5月4日上午,最后兩場報告繼續舉行。第六場報告的主題是魯迅的跨時空傳播,由香港中文大學中文系丘庭杰博士主持。香港恒生大學中文系林兆軒老師的題目是?《作為東亞跨文化經典的魯迅——從1920年代韓國梁白華、柳樹人的譯介說起》。魯迅在韓國的傳播,以1921年梁白華譯自青木正兒的《以胡適為中心的中國文學革命》一文為起點。1927年,柳樹人翻譯的《狂人日記》是首部魯迅小說的韓譯本。林兆軒老師以梁白華及柳樹人譯介的兩個關鍵文本為中心,以刊物定位、發表時代、出版場域等傳播因素作考察,重構魯迅在1920年代韓國傳播的跨文化脈絡,從而展現作為東亞跨文化經典的魯迅的生成軌跡。?“東亞魯迅”反映了二十世紀中、日、韓三國閱讀、研究魯迅其人其作的龐大熱情,足以說明魯迅作為現代東亞?“跨文化經典”的位置及意義。香港都會大學人文社會科學院梁慕靈教授的題目是?《從〈文學雜志〉、左翼文學研究與魯迅論看夏濟安和宋淇的域外文論建設》。夏濟安、宋淇二人在文學創作、翻譯和編輯等文學活動均有相近的興趣和價值觀。梁慕靈教授從夏濟安與宋淇的早期譯述和編輯活動入手,討論兩人于上海時期如何建立相近的文學興趣和價值觀,并從夏濟安和夏志清的書信探討夏濟安在創辦《文學雜志》前后的文論觀之形成過程,再而分析出其左翼文學研究及魯迅研究的來源,討論在這個過程中宋淇如何參與這個文論建設工程,以及夏濟安與宋淇在域外文論建設方面的相關路線和影響。
第七場報告圍繞著香港與南洋的魯迅遺產展開,由香港城市大學中文及歷史學系劉東教授主持。香港恒生大學中文系郭詩詠教授的題目是?《從〈鑄劍〉到〈英雄兒女〉——論李晨風對魯迅的電影改編》。《鑄劍》以其復仇主題和武打元素,與現代媒體的奇觀化影像和敘事一拍即合;而小說本身的完整性,以及偉麗雄壯、悲壯凄厲的藝術風格,亦使它非常切合武俠電影的類型特征。郭詩詠教授以《鑄劍》的第一部改編電影,即李晨風導演的《英雄兒女》為研究對象,分析這部備受忽略的電影作品與原著的異同,結合1960年代香港華語電影和文化工業發展,探討干將莫邪的古老傳說如何被現代技術媒體一再重寫,并在新的類型中再次脈絡化。丘庭杰博士報告的題目為?《再論黃碧云筆下的魯迅身影》。香港作家黃碧云曾在寫作中多次提起或化用魯迅文本。丘庭杰博士討論了黃氏作品如何契接魯迅的辯證思考,在左翼、歷史、寫作等議題上展開豐富而深刻的對話,并藉此反思這類研究的方法論問題,分享了有關?“魯迅在香港”議題的想法。臺灣大學中文系博士候選人張康文的題目是?《認父、尋父、種父:“南洋魯迅”及其重構》。魯迅是新馬華文文壇最具影響力的中國現代作家。1930年代至1970年代,不少當地文人視魯迅為導師,閱讀、書寫乃至模仿魯迅,形成?“南洋魯迅”的現象與傳統。?“南洋魯迅”帶有魯迅留下的精神遺產,但也成為謝裕民、黃錦樹等后代作者書寫與反思的對象。魯迅與南洋魯迅無疑是新馬華文文學的?“父親”,那么,?“我們現在怎樣‘對’父親”?張康文老師以南洋魯迅、謝裕民與黃錦樹為例,提出?“認父”、?“尋父”、?“種父”這三種可能的姿態。

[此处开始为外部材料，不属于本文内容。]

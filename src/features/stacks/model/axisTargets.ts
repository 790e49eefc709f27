import { SUBSTRATE } from '../../../../shared/run.ts';
import type { AxisKind, SweepAxis } from '../../../../shared/run.ts';
import type { StackDocument } from '../../../../shared/stack.ts';
import { listBlocks, listLayers } from './items.ts';
import { mediumName } from './media.ts';
import type { Materials } from './media.ts';

/** What an axis can be of: a layer, a block, the substrate, or '' for every magnetic layer. */
export type AxisTarget = { id: string; label: string };

export const axisKindNames: Record<AxisKind, string> = {
  wavelength: 'wavelength',
  angle: 'angle of incidence',
  thickness: 'thickness',
  direction: 'direction of m',
  voigtScale: 'Q scale',
  repeat: 'repeats',
  graded: 'interface width',
};

/** The choices of "of" for a kind of axis; empty where there is nothing to choose. */
export function axisTargets(kind: AxisKind, document: StackDocument, materials: Materials): AxisTarget[] {
  const layers = listLayers(document.layers).map((layer, index) => ({
    id: layer.id,
    magnetic: layer.m !== undefined,
    label: `${index + 1}. ${mediumName(layer.medium, materials)}${layer.note ? `, ${layer.note}` : ''}`,
  }));
  const substrate = { id: SUBSTRATE, label: `${mediumName(document.substrate, materials)}, substrate` };
  switch (kind) {
    case 'wavelength':
    case 'angle':
      return [];
    case 'thickness':
      return layers;
    case 'graded':
      return [...layers.slice(1), substrate];
    case 'repeat':
      return listBlocks(document.layers).map((block) => ({
        id: block.id,
        label: `block of ${listLayers(block.layers)
          .map(({ medium }) => mediumName(medium, materials))
          .slice(0, 4)
          .join(' / ')}`,
      }));
    case 'direction':
    case 'voigtScale':
      return [
        { id: '', label: 'every magnetic layer' },
        ...layers.filter(({ magnetic }) => magnetic),
        ...(document.substrateM === undefined ? [] : [substrate]),
      ];
  }
}

/** What an axis is of, as one of its targets. */
export function targetOf(axis: SweepAxis): string {
  if (axis.kind === 'repeat') return axis.blockId;
  return 'layerId' in axis ? (axis.layerId ?? '') : '';
}

/** The swept layer as plots name it; undefined where the axis is of nothing in particular. */
export function targetName(
  axis: SweepAxis,
  document: StackDocument,
  materials: Materials,
): string | undefined {
  const id = targetOf(axis);
  if (id === '' || axis.kind === 'repeat') return undefined;
  if (id === SUBSTRATE) return mediumName(document.substrate, materials);
  const layer = listLayers(document.layers).find((one) => one.id === id);
  return layer && mediumName(layer.medium, materials);
}
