/** Pixels of a drag that double a thick layer. */
const DOUBLING_PX = 40;
/** Below this a drag adds, above it multiplies: 0 nm can be left, 500 nm is not crept along. */
const KNEE_NM = 2;

/**
 * The thickness after a drag, in steps that a person would type.
 *
 * @param startNm where the drag began
 * @param downPx how far the pointer has come since, positive for thicker
 * @param leastNm what the oxide and the dead parts of the layer take
 */
export function draggedThickness(startNm: number, downPx: number, leastNm: number): number {
  const places = Math.log2(1 + startNm / KNEE_NM) + downPx / DOUBLING_PX;
  const wanted = Math.max(leastNm, KNEE_NM * (2 ** places - 1));
  if (downPx === 0 || wanted === leastNm) return downPx === 0 ? startNm : leastNm;
  const step = stepOf(wanted);
  return Math.max(leastNm, Number((Math.round(wanted / step) * step).toPrecision(12)));
}

/** The largest of 1, 2, 5 times a power of ten that a pixel or so moves by. */
function stepOf(nm: number): number {
  const perPixel = ((nm + KNEE_NM) * Math.LN2) / DOUBLING_PX;
  const power = 10 ** Math.floor(Math.log10(perPixel));
  const lead = [5, 2, 1].find((one) => one * power <= perPixel) ?? 1;
  return lead * power;
}
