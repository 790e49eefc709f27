import type { ReactNode } from 'react';
import type { SignHabits } from '../../../../shared/materialImport.ts';
import type { HabitName } from '../model/neededHabits.ts';
import { EllipticityDrawing, RotationDrawing } from './BeamViewDrawing.tsx';
import { HabitQuestion } from './HabitQuestion.tsx';
import { IronKnown } from './IronKnown.tsx';
import { FilmMagnetization, TensorMagnetization } from './MagnetizationQuestions.tsx';
import { PhasorDrawing } from './PhasorDrawing.tsx';
import { TensorDrawing } from './TensorDrawing.tsx';

type HabitQuestionsProps = {
  needed: readonly HabitName[];
  /** The columns hold Q or an element of a tensor, not Kerr angles. */
  ofTensor: boolean;
  answers: Partial<SignHabits>;
  onAnswer: (answer: Partial<SignHabits>) => void;
};

/** The habits that matter for the chosen columns, each asked; none is guessed. */
export function HabitQuestions({ needed, ...rest }: HabitQuestionsProps) {
  if (needed.length === 0) {
    return (
      <p className="text-muted">
        Nothing in these columns depends on a sign habit: real n without k is the same in all of them.
      </p>
    );
  }
  return (
    <div className="flex flex-col gap-5">
      <p className="max-w-prose text-muted">
        Sources differ in these signs and files do not say which they use, so nothing is chosen for you. A
        wrong choice gives a Kerr angle of the wrong sign or size and no error. The paper that the table comes
        from is the place to look.
      </p>
      {needed.map((name) => (
        <Question key={name} name={name} {...rest} />
      ))}
    </div>
  );
}

const looking = 'You look from the detector toward the sample, so that the reflected beam comes at you.';

function Question({
  name,
  ofTensor,
  answers,
  onAnswer,
}: Omit<HabitQuestionsProps, 'needed'> & { name: HabitName }) {
  switch (name) {
    case 'time':
      return (
        <HabitQuestion
          question="Which time factor does the source use?"
          why="It sets the sign of every imaginary part, and with it whether the medium absorbs or would amplify. The field turns in the complex plane as drawn; the wave fades in both."
          answer={answers.time}
          onAnswer={(time) => onAnswer({ time })}
          choices={[
            {
              value: 'exp(-iwt)',
              label: 'exp(−iωt)',
              says: 'clockwise; an absorber has N = n + ik, ε₂ > 0',
              drawing: <PhasorDrawing time="exp(-iwt)" />,
            },
            {
              value: 'exp(+iwt)',
              label: 'exp(+iωt)',
              says: 'counter-clockwise; an absorber has N = n − ik, ε₂ < 0',
              drawing: <PhasorDrawing time="exp(+iwt)" />,
            },
          ]}
          help={
            <>
              <p>
                Look for N = n + ik or N = n − ik, for exp i(kz − ωt) or exp i(ωt − kz), or for j in place of
                i (then nearly always exp(+jωt)).
              </p>
              <p>
                Or look at the numbers: every absorber has Im N above 0 with exp(−iωt) and below 0 with
                exp(+iωt). If the next step refuses negative k, take the other choice.
              </p>
              <p>
                A k or ε₂ that is written without its sign, as in N = n − ik with k = 3.4, is understood for
                both; the result says how it was read.
              </p>
            </>
          }
        />
      );
    case 'voigtSign':
      return (
        <HabitQuestion
          question="Which sign stands before Q in the tensor?"
          why="The element in row x and column y, for a magnetization along +z. The other sign turns every rotation and ellipticity around."
          answer={answers.voigtSign}
          onAnswer={(voigtSign) => onAnswer({ voigtSign })}
          choices={[
            {
              value: '+iQ',
              label: (
                <>
                  ε<sub>xy</sub> = +iQε<sub>d</sub>
                </>
              ),
              says: 'Q is taken with this sign',
              drawing: <TensorDrawing sign="+iQ" />,
            },
            {
              value: '-iQ',
              label: (
                <>
                  ε<sub>xy</sub> = −iQε<sub>d</sub>
                </>
              ),
              says: 'Q changes its sign',
              drawing: <TensorDrawing sign="-iQ" />,
            },
          ]}
          help={
            <>
              <p>Find where the source writes its tensor; the sign at row x, column y is the answer.</p>
              <IronKnown />
            </>
          }
        />
      );
    case 'magnetization':
      return ofTensor ? (
        <TensorMagnetization answers={answers} onAnswer={onAnswer} />
      ) : (
        <FilmMagnetization answers={answers} onAnswer={onAnswer} />
      );
    case 'rotation':
      return (
        <HabitQuestion
          question="Looking into the reflected beam, how does a positive rotation turn?"
          why={looking}
          answer={answers.rotation}
          onAnswer={(rotation) => onAnswer({ rotation })}
          choices={turns((turn) => (
            <RotationDrawing turns={turn} />
          ))}
          help={<TurnHelp />}
        />
      );
    case 'ellipticity':
      return (
        <HabitQuestion
          question="Looking into the reflected beam, how does the field turn at positive ellipticity?"
          why={`${looking} The tip of the field runs along the ellipse as drawn.`}
          answer={answers.ellipticity}
          onAnswer={(ellipticity) => onAnswer({ ellipticity })}
          choices={turns((turn) => (
            <EllipticityDrawing turns={turn} />
          ))}
          help={<TurnHelp />}
        />
      );
  }
}

function turns(drawing: (turn: SignHabits['rotation']) => ReactNode) {
  return [
    {
      value: 'counter-clockwise' as const,
      label: 'counter-clockwise',
      says: 'as in this program',
      drawing: drawing('counter-clockwise'),
    },
    {
      value: 'clockwise' as const,
      label: 'clockwise',
      says: 'the sign is changed',
      drawing: drawing('clockwise'),
    },
  ];
}

function TurnHelp() {
  return (
    <>
      <p>
        A source that looks along the beam, from the sample toward the detector, sees the opposite sense: its
        clockwise is counter-clockwise here.
      </p>
      <IronKnown />
    </>
  );
}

會議最后,由本次會議召集人季劍青教授總結發言。季劍青教授表示,與會學者展現了魯迅研究的多重面向和可能性:既展現了?“回到魯迅”的學術態度,繼續發掘史料,在事實層面推進對魯迅的認識,同時又呈現了跨文化的視野,關注到魯迅背后的世界文學資源以及魯迅文學在韓國、中國香港、南洋等地的影響和流變。魯迅研究仍有許多工作要做,期待各位學者的后續成果。